Die 68-jährige Lee Jong Sook stand in dem für das Treffen vorgesehenen Saal ihrem 88-jährigen Vater Ri Hong Jong gegenüber, von dem sie im Alter von zwei Jahren getrennt war. Jetzt kam er im Rollstuhl angefahren und schluchzte, als er seine jüngere Schwester, Lees Tante, sah. «Bruder, das ist deine Tochter, deine Tochter», sagte diese und zeigte auf Lee.
Sichtlich überwältigt nickte Ri nur und drückte seiner Schwester fest die Hand, bevor er sich nach anderen Familienmitgliedern im Süden erkundigte. «Fast alle sind im Krieg gestorben», gab ihm die Schwester zur Antwort.
Viele Teilnehmer des Treffens sind betagt und gesundheitlich angeschlagen. Mehr als 20 befanden sich im Rollstuhl, eine Frau benötigte eine Sauerstoffmaske, vier traten die Reise nicht an, weil sie sich unwohl fühlten.

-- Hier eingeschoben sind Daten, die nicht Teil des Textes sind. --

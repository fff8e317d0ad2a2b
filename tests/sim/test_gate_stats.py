"""The gate's statistics (sim.gate.stats): the success-rate lower bound, percentiles with
unmeasured values counted as the worst, two-sample tests and the regression test. Every check
names its source; random samples are test fixtures drawn from known distributions."""

from __future__ import annotations

import math

import numpy as np
import pytest
from scipy import stats as st

from sim.gate.stats import limit_statistic, percentile_value, regression, success_lower_bound, two_sample


@pytest.mark.parametrize("n", [1, 10, 30, 100, 459])
def test_lower_bound_without_failures_is_alpha_to_the_1_over_n(n):
    # Clopper and Pearson, Biometrika 26(4), 1934: with k = n the one-sided bound solves
    # p^n = alpha, so p_L = alpha^(1/n)
    assert success_lower_bound(n, n, 0.95) == pytest.approx(0.05 ** (1.0 / n), rel=1e-12)


@pytest.mark.parametrize("n", [30, 100, 300])
def test_rule_of_three(n):
    # Hanley and Lippman-Hand, "If nothing goes wrong, is everything all right?", JAMA 249(13),
    # 1983: with no event in n trials the 95 % upper bound on the event rate is about 3/n
    # (exactly -ln(0.05)/n = 2.996/n to first order)
    lb = success_lower_bound(n, n, 0.95)
    assert abs((1.0 - lb) - 3.0 / n) < 0.2 / n


@pytest.mark.parametrize("k, n, conf", [(0, 10, 0.95), (7, 10, 0.95), (29, 30, 0.9), (95, 100, 0.99),
                                        (480, 500, 0.95)])
def test_lower_bound_against_scipy_exact_interval(k, n, conf):
    # reference library: scipy.stats.binomtest(...).proportion_ci(method="exact") (Clopper-Pearson);
    # and the definition: P(X >= k | n, p_L) = 1 - conf
    lb = success_lower_bound(k, n, conf)
    ref = st.binomtest(k, n, alternative="greater").proportion_ci(conf, method="exact").low
    assert lb == pytest.approx(ref, abs=1e-12)
    if k > 0:
        assert st.binom.sf(k - 1, n, lb) == pytest.approx(1.0 - conf, rel=1e-9)


def test_percentiles_and_unmeasured_values():
    x = np.arange(1.0, 101.0)
    # Hyndman and Fan, The American Statistician 50(4), 1996, type 7 (numpy's "linear"):
    # h = (N - 1) p + 1 = 99.01 -> x[99] + 0.01 (x[100] - x[99]) = 99.01
    assert limit_statistic(x, "max", "percentile", 99) == pytest.approx(99.01)
    # a lower limit met by 99 % of the runs is checked at the 1st percentile: 1 + 0.99 = 1.99
    assert limit_statistic(x, "min", "percentile", 99) == pytest.approx(1.99)
    assert limit_statistic(x, "max", "percentile", 99, "higher") == 100.0  # numpy's method
    assert limit_statistic(x, "max") == 100.0 and limit_statistic(x, "min") == 1.0
    assert limit_statistic(x, "max", "mean") == 50.5 and limit_statistic(x, "max", "median") == 50.5
    # unmeasured (NaN) counts as the worst (common practice, no source)
    y = np.array([1.0, 2.0, 3.0, np.nan])
    assert limit_statistic(y, "max") == math.inf and limit_statistic(y, "min") == -math.inf
    assert limit_statistic(y, "max", "percentile", 50) == 2.5  # [1, 2, 3, inf], h = 2.5
    assert limit_statistic(y, "max", "percentile", 90) == math.inf
    assert limit_statistic(y, "min", "percentile", 50) == 1.5  # [-inf, 1, 2, 3]
    assert percentile_value(np.array([1.0, np.inf]), 0.0) == 1.0


def test_two_sample_worked_values():
    # Darwin's Zea mays pairs (Fisher, The Design of Experiments, 1935), as in the
    # scipy.stats.wilcoxon documentation: two-sided exact p = 0.04125976...
    d = np.array([6, 8, 14, 16, 23, 24, 28, 29, 41, -48, 49, 56, 60, -67, 75], float)
    t = two_sample(np.zeros_like(d), d, paired=True)
    assert t.method == "wilcoxon" and t.p == pytest.approx(0.041259765625) and t.shift == 24.0
    # Mann and Whitney, Ann. Math. Statist. 18(1), 1947: every b above every a, n = m = 3: the
    # exact one-sided p is 1 / C(6, 3) = 0.05, two-sided 0.1
    r = two_sample([1.0, 2.0, 3.0], [4.0, 5.0, 6.0], paired=False)
    assert r.method == "mannwhitney" and r.p == pytest.approx(0.1) and r.shift == 3.0
    assert two_sample([1.0, 2.0, 3.0], [4.0, 5.0, 6.0], False, alternative="greater").p == \
        pytest.approx(0.05)
    # KS: disjoint samples of 3 each, exact two-sided p = 2 / C(6, 3) = 0.1 (scipy's exact
    # distribution; the statistic is 1)
    assert two_sample([1.0, 2.0, 3.0], [4.0, 5.0, 6.0], False, "ks").p == pytest.approx(0.1)
    # identical samples: no difference (p = 1), NaN dropped
    same = two_sample([1.0, 2.0, np.nan], [1.0, 2.0, np.nan], paired=True)
    assert same.p == 1.0 and same.n_a == 2
    assert two_sample([2.0, 2.0], [2.0, 2.0], paired=False).p == 1.0


def test_false_alarm_rate_is_the_significance_level():
    """Under no difference a level-alpha test rejects with probability alpha (the definition of
    a test's size; e.g. Lehmann and Romano, Testing Statistical Hypotheses, 3rd ed., 2005,
    ch. 3 [memory]). 250 null replicates at alpha = 0.05: the rejection count must lie in the
    99.9 % binomial range."""
    rng = np.random.default_rng(20250601)
    n_rep, alpha = 250, 0.05
    lo, hi = st.binom.ppf(0.0005, n_rep, alpha), st.binom.ppf(0.9995, n_rep, alpha)
    hits = {"paired": 0, "mannwhitney": 0, "ks": 0}
    for _ in range(n_rep):
        shared = rng.lognormal(0.0, 0.5, 30)  # the runs' common draws
        a = shared + rng.normal(0, 0.05, 30)
        b = shared + rng.normal(0, 0.05, 30)
        hits["paired"] += two_sample(a, b, paired=True).p < alpha
        c, d = rng.lognormal(0.0, 0.5, 40), rng.lognormal(0.0, 0.5, 40)
        hits["mannwhitney"] += two_sample(c, d, paired=False).p < alpha
        hits["ks"] += two_sample(c, d, paired=False, unpaired_test="ks").p < alpha
    for k, v in hits.items():
        if k == "ks":  # the exact KS test is conservative (size at most alpha)
            assert v <= hi, (k, v)
        else:
            assert lo <= v <= hi, (k, v, lo, hi)


def test_pairing_is_far_more_sensitive():
    """A small shift hidden in a large run-to-run spread: the paired test finds it, the unpaired
    one cannot (common practice, no source; the fixture's numbers: spread 1, shift 0.05, paired
    noise 0.01)."""
    rng = np.random.default_rng(7)
    x = rng.normal(10.0, 1.0, 50)
    a = x + rng.normal(0, 0.01, 50)
    b = x + 0.05 + rng.normal(0, 0.01, 50)
    assert two_sample(a, b, paired=True).p < 1e-6
    assert two_sample(a, b, paired=False).p > 0.5


def test_regression_one_run_each():
    r = regression([1.2], [1.0], "lower", tolerance=0.1)
    assert r.worse and r.worsening == pytest.approx(0.2) and r.allowance == 0.1 and r.method == "difference"
    assert not regression([1.2], [1.0], "lower", tolerance=0.1, tolerance_rel=0.15).worse  # 0.1 + 0.15
    assert not regression([0.8], [1.0], "lower").worse  # better
    assert regression([80.0], [100.0], "higher", tolerance=5.0).worse  # a separation that shrank
    assert regression([np.nan], [1.0], "lower").worse  # unmeasured counts as the worst
    assert not regression([np.nan], [np.nan], "lower").worse


def test_regression_campaigns():
    """Shifted-null one-sided tests: 2 % worse with a 5 % allowance passes, 10 % worse fails,
    paired and unpaired (fixture draws; the p-values are far from the level either way)."""
    rng = np.random.default_rng(11)
    base = rng.lognormal(np.log(0.2), 0.2, 60)
    for factor, worse in ((1.0, False), (1.02, False), (1.10, True)):
        cand = base * factor * (1 + rng.normal(0, 0.002, 60))
        r = regression(cand, base, "lower", tolerance_rel=0.05, paired=True, significance=0.01)
        assert r.worse == worse and r.method == "wilcoxon", (factor, r)
    other = rng.lognormal(np.log(0.2), 0.05, 300)
    assert not regression(other * 1.02, rng.lognormal(np.log(0.2), 0.05, 300), "lower",
                          tolerance_rel=0.05).worse
    r = regression(other * 1.10, rng.lognormal(np.log(0.2), 0.05, 300), "lower", tolerance_rel=0.05)
    assert r.worse and r.method == "mannwhitney" and r.p < 1e-6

Der älteste Südkoreaner, der 96-jährige Kim Nam Kyu, stützte sich auf seine beiden Töchter, als er seine jüngere Schwester traf - zum ersten Mal seit mehr als sechs Jahrzehnten. Zunächst sassen die beiden still beieinander und hielten sich die Hand. Dann zeigte Kims Schwester den Verwandten aus dem Süden Fotos ihrer im Norden lebenden Familienmitglieder.
Informationen über das Treffen stammten von Journalisten südkoreanischer Medien, die mit der Gruppe nach Nordkorea reisten. Mitarbeiter des südkoreanischen Roten Kreuzes in leuchtend gelben Jacken hatten ihren Landleuten an der Grenze zugewinkt und Banner hochgehalten, auf denen zu lesen war: «Wir sind Menschen einer Nation».
Für die um 1930 Geborenen, die am Donnerstag voneinander Abschied nehmen müssen, wird es besonders bitter sein. Denn es ist äusserst unwahrscheinlich, dass sie sich noch einmal wiedersehen werden.
Das stalinistisch regierte Nordkorea und das kapitalistische Südkorea befinden sich bis heute formal im Kriegszustand. Der Krieg Anfang der 50er Jahre wurde durch einen Waffenstillstand beendet, einen Friedensvertrag gibt es bis heute nicht. Beide Staaten hatten sich in schwierigen Verhandlungen im August auf die Wiederaufnahme der im Jahr 2000 begonnenen Familientreffen geeinigt.
Es ist erst die zweite derartige Begegnung in den vergangenen fünf Jahren. Die Teilnehmer der Treffen werden ausgelost. Derzeit stehen mehr als 65'000 Südkoreaner auf einer offiziellen Warteliste.
Mehrere Millionen Koreaner waren während des Kriegs von ihren Angehörigen getrennt worden. Bis heute haben zahllose Menschen in beiden Ländern keinerlei Kontakt zu ihren nächsten Verwandten.